Records:
—————

"""What each barrier and each reduction is worth: alone, in the best order, and as a fair share of the whole.

Gains do not add. Two barriers may each be worthless while the other stands, and a reduction that is used at
once ties what barriers no longer tie. So all subsets are played, and each kind's share is its mean gain over all orders
of removal (Shapley), which sum to the whole.

A barrier is removed. A reduction is not: its result is used one cycle (or iteration) later than in the record,
with the extra iterations that this costs a repeat.
"""

from __future__ import annotations

import itertools
from collections.abc import Sequence
from dataclasses import dataclass, replace
from typing import Any

import numpy as np

from breakstep.forecast.basis import Basis
from breakstep.forecast.dynamic import replay_owner
from breakstep.forecast.fixed import Schedule, Variant, fixed_makespans
from breakstep.forecast.graph import Int64s
from breakstep.forecast.machines import Machine
from breakstep.forecast.question import Question
from breakstep.forecast.scene import Scene
from breakstep.forecast.subsets import fair_shares

MOST_KINDS = 8  # 256 subsets
DYNAMIC_TASKS = 20_000  # larger graphs are played with lockstep's order kept, many subsets at once
LIMIT_SHARE = 0.01  # of lockstep's time: what reductions hold back beyond it is worth a sentence


@dataclass(frozen=True)
class Kind:
    """Something that ties tasks together.

    Attributes
    ----------
    what : str
        In words.
    stages : tuple of str
        Stages whose barriers it stands for.
    reduction : str
        Or the reduction that it stands for.
    """

    what: str
    stages: tuple[str, ...] = ()
    reduction: str = ""


@dataclass(frozen=True)
class Ranking:
    """Every subset of kinds.

    Attributes
    ----------
    kinds : tuple of Kind
    makespans : ndarray of int64, shape (2 ** kinds,)
        Bit j of the index: kind j is removed, or used later [ns].
    tied_ns, free_ns : int
        Without barriers, with all reductions as recorded and with none [ns].
    """

    kinds: tuple[Kind, ...]
    makespans: Int64s
    tied_ns: int
    free_ns: int

    @property
    def all_barriers(self) -> int:
        """The subset of all barriers and no reduction."""
        return sum(1 << place for place, kind in enumerate(self.kinds) if kind.stages)

    def rows(self) -> list[dict[str, Any]]:
        """One row for each kind, the largest fair share first."""
        whole, shares = self.makespans, fair_shares(self.makespans)
        order, marginal = best_order(whole)
        rows = [
            {
                "what": kind.what,
                "alone_s": float(whole[0] - whole[1 << place]) * 1e-9,
                "in_order_s": float(marginal[place]) * 1e-9,
                "share_s": float(shares[place]) * 1e-9,
                "place_in_order": order.index(place) + 1,
            }
            for place, kind in enumerate(self.kinds)
        ]
        return sorted(rows, key=lambda row: -float(row["share_s"]))

    def tie(self) -> dict[str, Any]:
        """How far reductions limit what leaving the barriers out gains."""
        lockstep, barriers = int(self.makespans[0]), int(self.makespans[self.all_barriers])
        held = self.tied_ns - self.free_ns
        later = barriers - int(self.makespans[-1])
        gain = lockstep - barriers
        limit = held > LIMIT_SHARE * lockstep and held > 0.5 * max(gain, 0)
        return {
            "reductions_limit_gain": bool(limit),
            "lockstep_s": lockstep * 1e-9,
            "barriers_gain_s": gain * 1e-9,
            "held_by_reductions_s": held * 1e-9,
            "later_reductions_gain_s": later * 1e-9,
            "all_gain_s": float(lockstep - int(self.makespans[-1])) * 1e-9,
            "gain_without_reductions_s": float(lockstep - self.free_ns) * 1e-9,
        }


def best_order(makespans: Int64s) -> tuple[list[int], list[int]]:
    """The order of removal whose gains, summed after each removal, are largest; and each kind's gain in it [ns].

    Found exactly, subset by subset. Taking the largest next gain each time can miss it.
    """
    count = len(makespans).bit_length() - 1
    gain = int(makespans[0]) - makespans.astype(np.int64)
    best, last = np.zeros(len(makespans), dtype=np.int64), np.zeros(len(makespans), dtype=np.int64)
    for subset in range(1, len(makespans)):
        inside = [kind for kind in range(count) if subset >> kind & 1]
        before = [int(best[subset ^ (1 << kind)]) for kind in inside]
        place = int(np.argmax(before))
        best[subset], last[subset] = before[place] + gain[subset], inside[place]
    order, marginal, subset = [], [0] * count, len(makespans) - 1
    while subset:
        kind = int(last[subset])
        order.append(kind)
        marginal[kind] = int(gain[subset] - gain[subset ^ (1 << kind)])
        subset ^= 1 << kind
    return order[::-1], marginal


def kinds_of_program(scene: Scene, alone: dict[str, int]) -> tuple[Kind, ...]:
    """At most eight kinds: reductions, the barriers that gain most alone, and the others as one.

    Parameters
    ----------
    alone : dict of str to int
        By stage, what removing its barrier alone gains [ns].
    """
    program = scene.program
    reductions = [
        Kind(f"{name} used {in_units(program.lags[name] + 1, name in program.verdicts)} late", reduction=name)
        for name in program.lags
        if name in program.verdicts or any(name in used for used in program.uses.values())
    ][:3]
    stages = sorted(program.stages, key=lambda stage: -alone[stage])
    room = MOST_KINDS - len(reductions)
    if len(stages) <= room:
        return (*(Kind(f"barrier behind {stage}", (stage,)) for stage in stages), *reductions)
    first, others = stages[: room - 1], tuple(stages[room - 1 :])
    named = Kind(f"other barriers ({', '.join(others)})", others)
    return (*(Kind(f"barrier behind {stage}", (stage,)) for stage in first), named, *reductions)


def in_units(lag: int, is_verdict: bool) -> str:
    """A lag in words: cycles, or iterations for a verdict."""
    unit = "iteration" if is_verdict else "cycle"
    return f"{lag} {unit if lag == 1 else unit + 's'}"


def rank_kinds(basis: Basis, machine: Machine, question: Question, workers: int) -> Ranking:
    """Play every subset.

    Durations are those of lockstep throughout, crowding included, so that subsets differ by ties alone.
    """
    scene = Scene.of(basis, machine, question, workers)
    graph, stages = scene.unfolded.graph, scene.program.stages
    single = [graph.without([graph.edge_kinds.index(f"barrier:{stage}")]) for stage in stages]
    spans = _played(scene, [scene.unfolded.lockstep, *single])
    alone = {stage: int(spans[0] - span) for stage, span in zip(stages, spans[1:], strict=True)}
    kinds = kinds_of_program(scene, alone)
    barriers = [kind for kind in kinds if kind.stages]
    reductions = [kind.reduction for kind in kinds if kind.reduction]
    makespans = np.zeros(1 << len(kinds), dtype=np.int64)
    for chosen in range(1 << len(reductions)):
        later = [name for place, name in enumerate(reductions) if chosen >> place & 1]
        lags = {name: scene.program.lags[name] + 1 for name in later}
        asked = replace(question, lags={**question.lags, **lags})
        variant = Scene.of(basis, machine, asked, workers) if lags else scene
        low = chosen << len(barriers)
        makespans[low : low + (1 << len(barriers))] = _played(variant, _masks(variant, barriers))
    free = scene.unfolded.tasked & ~sum(1 << k for k in scene.unfolded.graph.kinds_of("reduction:"))
    tied, untied = _played(scene, [scene.unfolded.tasked, free])
    return Ranking(kinds, makespans, int(tied), int(untied))


def _masks(scene: Scene, barriers: Sequence[Kind]) -> list[int]:
    """For each subset of barriers, the edge kinds that stay in force."""
    graph = scene.unfolded.graph
    codes = [[graph.edge_kinds.index(f"barrier:{stage}") for stage in kind.stages] for kind in barriers]
    chosen = itertools.product(*((False, True) for _ in barriers))
    return [
        graph.without([code for is_off, group in zip(reversed(pick), codes, strict=True) if is_off for code in group])
        for pick in chosen
    ]


def _played(scene: Scene, masks: Sequence[int]) -> Int64s:
    """Makespans under choices of edge kinds, all with lockstep's durations [ns]."""
    graph, model = scene.graph(scene.unfolded.lockstep), scene.setting.model
    if scene.program.tasks <= DYNAMIC_TASKS:
        found = [replay_owner(graph, model, scene.owner, scene.rank, mask).makespan_ns for mask in masks]
        return np.array(found, dtype=np.int64)
    schedule = Schedule.of(replay_owner(graph, model, scene.owner, scene.rank, scene.unfolded.lockstep))
    return fixed_makespans(graph, schedule, [Variant(model, mask) for mask in masks])
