"""One worker of a resident run: threads that work, senders that send, and the state machine between them.

The state machine is pure and guarded by one lock. Threads take tasks from it and report back; the worker's
event loop feeds in what arrives. Each destination has one queue and one sender: whatever has piled up while
the last message was under way goes next, so that messages grow with the traffic and no timer is needed.
Messages carry numbers; one that comes twice, after a retry, is dropped.
"""

from __future__ import annotations

import asyncio
import threading
import time
import traceback
from collections import deque
from collections.abc import Sequence
from dataclasses import dataclass, field
from pathlib import Path
from typing import Any

from distributed import Worker
from distributed.comm.core import CommClosedError

from breakstep.engine.execute import Output, execute
from breakstep.engine.program import Program
from breakstep.engine.resident import adapter
from breakstep.engine.resident.core import Core, CoreOptions, Instruction, Save, SendItem, SendRims, TaskState
from breakstep.engine.resident.inputs import cut_rims, inputs_of, site_of
from breakstep.engine.resident.notes import Notebook
from breakstep.engine.resident.plan import WorkerPlan
from breakstep.engine.resident.wire import Item, Parcel, size_of
from breakstep.engine.run import RunOptions, unroller_for
from breakstep.errors import BreakstepError, ClusterError, KernelError
from breakstep.graph.unroll import Phase
from breakstep.steps.step import Array

SEND_ATTEMPTS = 4
RETRY_SECONDS = 0.05  # before the second attempt; doubled for each further one
PARCEL_BYTES = 16_000_000  # most bytes in one message; a larger item goes alone
LEASE_SECONDS = 120.0  # a worker that hears nothing from its driver for so long gives up
WAIT_SECONDS = 1.0  # how often an idle thread looks up


@dataclass(frozen=True)
class Assignment:
    """What one worker is told of a run.

    Attributes
    ----------
    run : str
    program : Program
    options : RunOptions
    worker : int
        This worker's number.
    addresses : tuple of str
        All workers' addresses by number.
    owners : tuple of int
        Worker of each tile.
    threads : int
    zero : int
        Reading of this worker's clock at the run's origin [ns].
    resume : Path or None
        Checkpoint to go on from.
    save_to : Path or None
        Folder for checkpoints.
    """

    run: str
    program: Program
    options: RunOptions
    worker: int
    addresses: tuple[str, ...]
    owners: tuple[int, ...]
    threads: int
    zero: int
    resume: Path | None = None
    save_to: Path | None = None


@dataclass
class _Outbox:
    """Items for one worker, and whether a sender is at work on them."""

    items: deque[tuple[Item, int]] = field(default_factory=deque)
    active: bool = False
    number: int = 0


class Host:
    """A worker's part in one run."""

    def __init__(self, assignment: Assignment, worker: Worker) -> None:
        self.told = assignment
        self.dask = worker
        self.lock = threading.Lock()
        self.changed = threading.Condition(self.lock)
        self.loop = adapter.event_loop(worker)
        self.outboxes = [_Outbox() for _ in assignment.addresses]
        self.core: Core | None = None
        self.notes = Notebook(assignment)
        self.error: BaseException | None = None
        self.stopped = False
        self.heard = time.monotonic()
        self.saved: list[tuple[int, dict[str, dict[int, str]], dict[str, list[list[float]]]]] = []
        self._early: list[tuple[int, Parcel, int]] = []
        self._senders: set[asyncio.Task[None]] = set()
        self._seen: dict[int, int] = {}  # sender -> number of its last message

    # ---- a run's life ----------------------------------------------------------------------------

    def prepare(self) -> None:
        """Make the state machine and the initial state; messages that came before are taken in."""
        from breakstep.engine.checkpoint import load_tiles, load_values

        told, program = self.told, self.told.program
        plan = WorkerPlan(program, told.owners, told.worker)
        unroller = unroller_for(program, told.options)
        if told.resume is None:
            initial, given = {tile: program.initial(tile) for tile in plan.tiles}, []
        else:
            initial = load_tiles(told.resume, program, plan.tiles)
            given = load_values(told.resume, program)
        options = CoreOptions(told.options.window, told.options.memory_limit, told.options.checkpoint_every)
        core = Core(plan, unroller, len(told.addresses), options, initial, given, self._on_control)
        core.on_phase = self.notes.phase
        with self.lock:
            self.core = core
            for sender, parcel, arrived in self._early:
                self._take_in(sender, parcel, arrived)
            self._early.clear()

    def work(self) -> dict[int, dict[str, Array]]:
        """Run to the end on this many threads; returns the final state of own tiles.

        Raises
        ------
        BreakstepError
            What ended the run early.
        """
        core = self._core()
        with self.lock:
            instructions = core.start()
        self._obey(instructions)
        others = [
            threading.Thread(target=self._thread, args=(number,), name=f"breakstep-{number}", daemon=True)
            for number in range(1, self.told.threads)
        ]
        for thread in others:
            thread.start()
        self._thread(0)
        for thread in others:
            thread.join()
        self._drain()
        if self.error is not None:
            raise self.error
        if self.stopped:
            raise ClusterError("the run was called off")
        return core.final()

    def stop(self, reason: BaseException | None = None) -> None:
        """End the run here as soon as running kernels return."""
        with self.lock:
            if reason is not None and self.error is None:
                self.error = reason
            self.stopped = True
            self.changed.notify_all()

    def status(self) -> dict[str, Any]:
        """What the driver wants to know from time to time; asking renews the lease."""
        self.heard = time.monotonic()
        with self.lock:
            saved, self.saved = self.saved, []
            done = self.core.cycles_done if self.core is not None else 0
            held = (self.core.live_bytes, self.core.peak_bytes) if self.core is not None else (0, 0)
        return {"cycles": done, "saved": saved, "bytes": held, "stopped": self.stopped}

    # ---- threads ---------------------------------------------------------------------------------

    def _core(self) -> Core:
        assert self.core is not None
        return self.core

    def _thread(self, number: int) -> None:
        self.notes.begin_thread(number)
        try:
            while (task := self._next()) is not None:
                self._run(task, number)
        except BaseException as error:  # whatever it is, the other threads and the driver must hear of it
            self.stop(error)

    def _next(self) -> TaskState | None:
        core = self._core()
        with self.lock:
            while not self.stopped:
                task = core.take()
                if task is not None:
                    return task
                if core.finished:
                    self.changed.notify_all()
                    return None
                self.changed.wait(WAIT_SECONDS)
                if time.monotonic() - self.heard > LEASE_SECONDS:
                    self.stopped = True
        return None

    def _run(self, task: TaskState, thread: int) -> None:
        core = self._core()
        start = time.perf_counter_ns()
        output = self._execute(core, task)
        with self.lock:
            owed = core.owed(task)
        began = self.notes.watch()
        rims = {(o.worker, o.phase): cut_rims(o, output.fields) for o in owed}
        end = self.notes.task(task, thread, start, output, began if rims else None)
        with self.lock:
            core.measured(task, end - start)
            before = core.ready_count
            instructions = core.finish(task, output.fields, output.partials, new=not output.skipped)
            self._wake(core, before)
        self._obey(instructions, rims)

    def _execute(self, core: Core, task: TaskState) -> Output:
        try:
            return execute(core.program, site_of(task), inputs_of(core, task))
        except BreakstepError:
            raise
        except Exception as error:
            where = f"stage {task.phase.stage.name}, tile {task.tile}, cycle {task.phase.cycle}"
            raise KernelError(
                f"{where}: the kernel raised {type(error).__name__}: {error}",
                traceback="".join(traceback.format_exception(error)),
            ) from error

    def _wake(self, core: Core, before: int) -> None:
        """Wake idle threads when there is more for them than the caller will take itself."""
        if core.finished or core.ready_count > max(before, 1):
            self.changed.notify_all()

    # ---- what the state machine asks for ---------------------------------------------------------

    def _obey(
        self, instructions: Sequence[Instruction], rims: dict[tuple[int, int], Any] | None = None
    ) -> None:
        kicked: set[int] = set()
        for order in instructions:
            if isinstance(order, SendRims):
                ready = (rims or {}).get((order.worker, order.phase))
                arrays = ready if ready is not None else cut_rims(order, order.arrays)
                self._post(order.worker, (("rims", order.phase, order.tile, order.source), arrays), kicked)
            elif isinstance(order, SendItem):
                self._post(order.worker, (order.key, order.vector), kicked)
            else:
                threading.Thread(target=self._save, args=(order,), daemon=True).start()
        for worker in kicked:
            self.loop.call_soon_threadsafe(self._start_sender, worker)

    def _post(self, worker: int, item: Item, kicked: set[int]) -> None:
        box = self.outboxes[worker]
        nbytes = sum(size_of(item[1]).values())
        with self.lock:
            box.items.append((item, nbytes))
            self._core().in_flight(nbytes)
            if not box.active:
                box.active = True
                kicked.add(worker)

    def _start_sender(self, worker: int) -> None:
        task = self.loop.create_task(self._send(worker))
        self._senders.add(task)
        task.add_done_callback(self._senders.discard)

    async def _send(self, worker: int) -> None:
        """Send whatever has piled up, one message at a time."""
        box = self.outboxes[worker]
        while True:
            with self.lock:
                batch, nbytes = _batch(box.items)
                if not batch or self.stopped:
                    box.active = False
                    return
                box.number += 1
                number = box.number
            try:
                await self._deliver(worker, number, Parcel(batch))
            except (OSError, CommClosedError) as error:
                self.stop(
                    ClusterError(
                        f"worker {worker} at {self.told.addresses[worker]} cannot be reached ({error})"
                    )
                )
                return
            with self.lock:
                self._core().in_flight(-nbytes)
                if self._core().finished:
                    self.changed.notify_all()

    async def _deliver(self, worker: int, number: int, parcel: Parcel) -> None:
        told = self.told
        for attempt in range(SEND_ATTEMPTS):
            try:
                await adapter.send(self.dask, told.addresses[worker], told.run, told.worker, number, parcel)
                return
            except (OSError, CommClosedError):
                if attempt + 1 == SEND_ATTEMPTS or self.stopped:
                    raise
                await asyncio.sleep(RETRY_SECONDS * 2**attempt)

    def _drain(self) -> None:
        """Wait until everything posted has been received: others may still need it."""
        while not self.stopped:
            with self.lock:
                if not any(box.items or box.active for box in self.outboxes):
                    return
            time.sleep(0.0005)

    def _save(self, order: Save) -> None:
        from breakstep.engine.checkpoint import save_tiles

        try:
            assert self.told.save_to is not None
            digests = save_tiles(self.told.save_to, order.cycle, self.told.program, order.tiles)
        except BaseException as error:
            self.stop(error)
            return
        with self.lock:
            self.saved.append((order.cycle, digests, {n: v.tolist() for n, v in order.values.items()}))
            instructions = self._core().saved(order.cycle)
            self.changed.notify_all()
        self._obey(instructions)

    # ---- what arrives ----------------------------------------------------------------------------

    async def receive(self, sender: int, number: int, parcel: Parcel) -> str:
        """A message from another worker; a repeated one is dropped."""
        arrived = time.perf_counter_ns()
        with self.lock:
            if number <= self._seen.get(sender, 0):
                return "known"
            self._seen[sender] = number
            if self.core is None:
                self._early.append((sender, parcel, arrived))
                return "early"
            instructions = self._take_in(sender, parcel, arrived)
        self._obey(instructions)
        await self._push_back()
        return "taken"

    def _take_in(self, sender: int, parcel: Parcel, arrived: int) -> list[Instruction]:
        core = self._core()
        before = core.ready_count
        instructions: list[Instruction] = []
        for key, payload in parcel.items:
            instructions += core.arrive(key, payload)
        self.notes.arrivals(sender, parcel, arrived)
        if core.ready_count > before or core.finished:
            self.changed.notify_all()
        return instructions

    async def _push_back(self) -> None:
        """Answer late while too much is held here, so that senders slow down; never for long."""
        limit, core = self.told.options.memory_limit, self._core()
        for _ in range(20):
            if not limit or core.live_bytes <= limit or self.stopped:
                return
            await asyncio.sleep(0.005)

    def _on_control(self, kind: str, phase: Phase, place: tuple[int, ...]) -> None:
        self.notes.control(kind, phase, place, time.perf_counter_ns())


def _batch(items: deque[tuple[Item, int]]) -> tuple[list[Item], int]:
    """As many items as one message may hold."""
    batch: list[Item] = []
    total = 0
    while items and (not batch or total + items[0][1] <= PARCEL_BYTES):
        item, nbytes = items.popleft()
        batch.append(item)
        total += nbytes
    return batch, total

—————

Assignment:
When a line of the records has the word "SendRims", pick it out and copy it.

Written solution:
from breakstep.engine.resident.core import Core, CoreOptions, Instruction, Save, SendItem, SendRims, TaskState
            if isinstance(order, SendRims):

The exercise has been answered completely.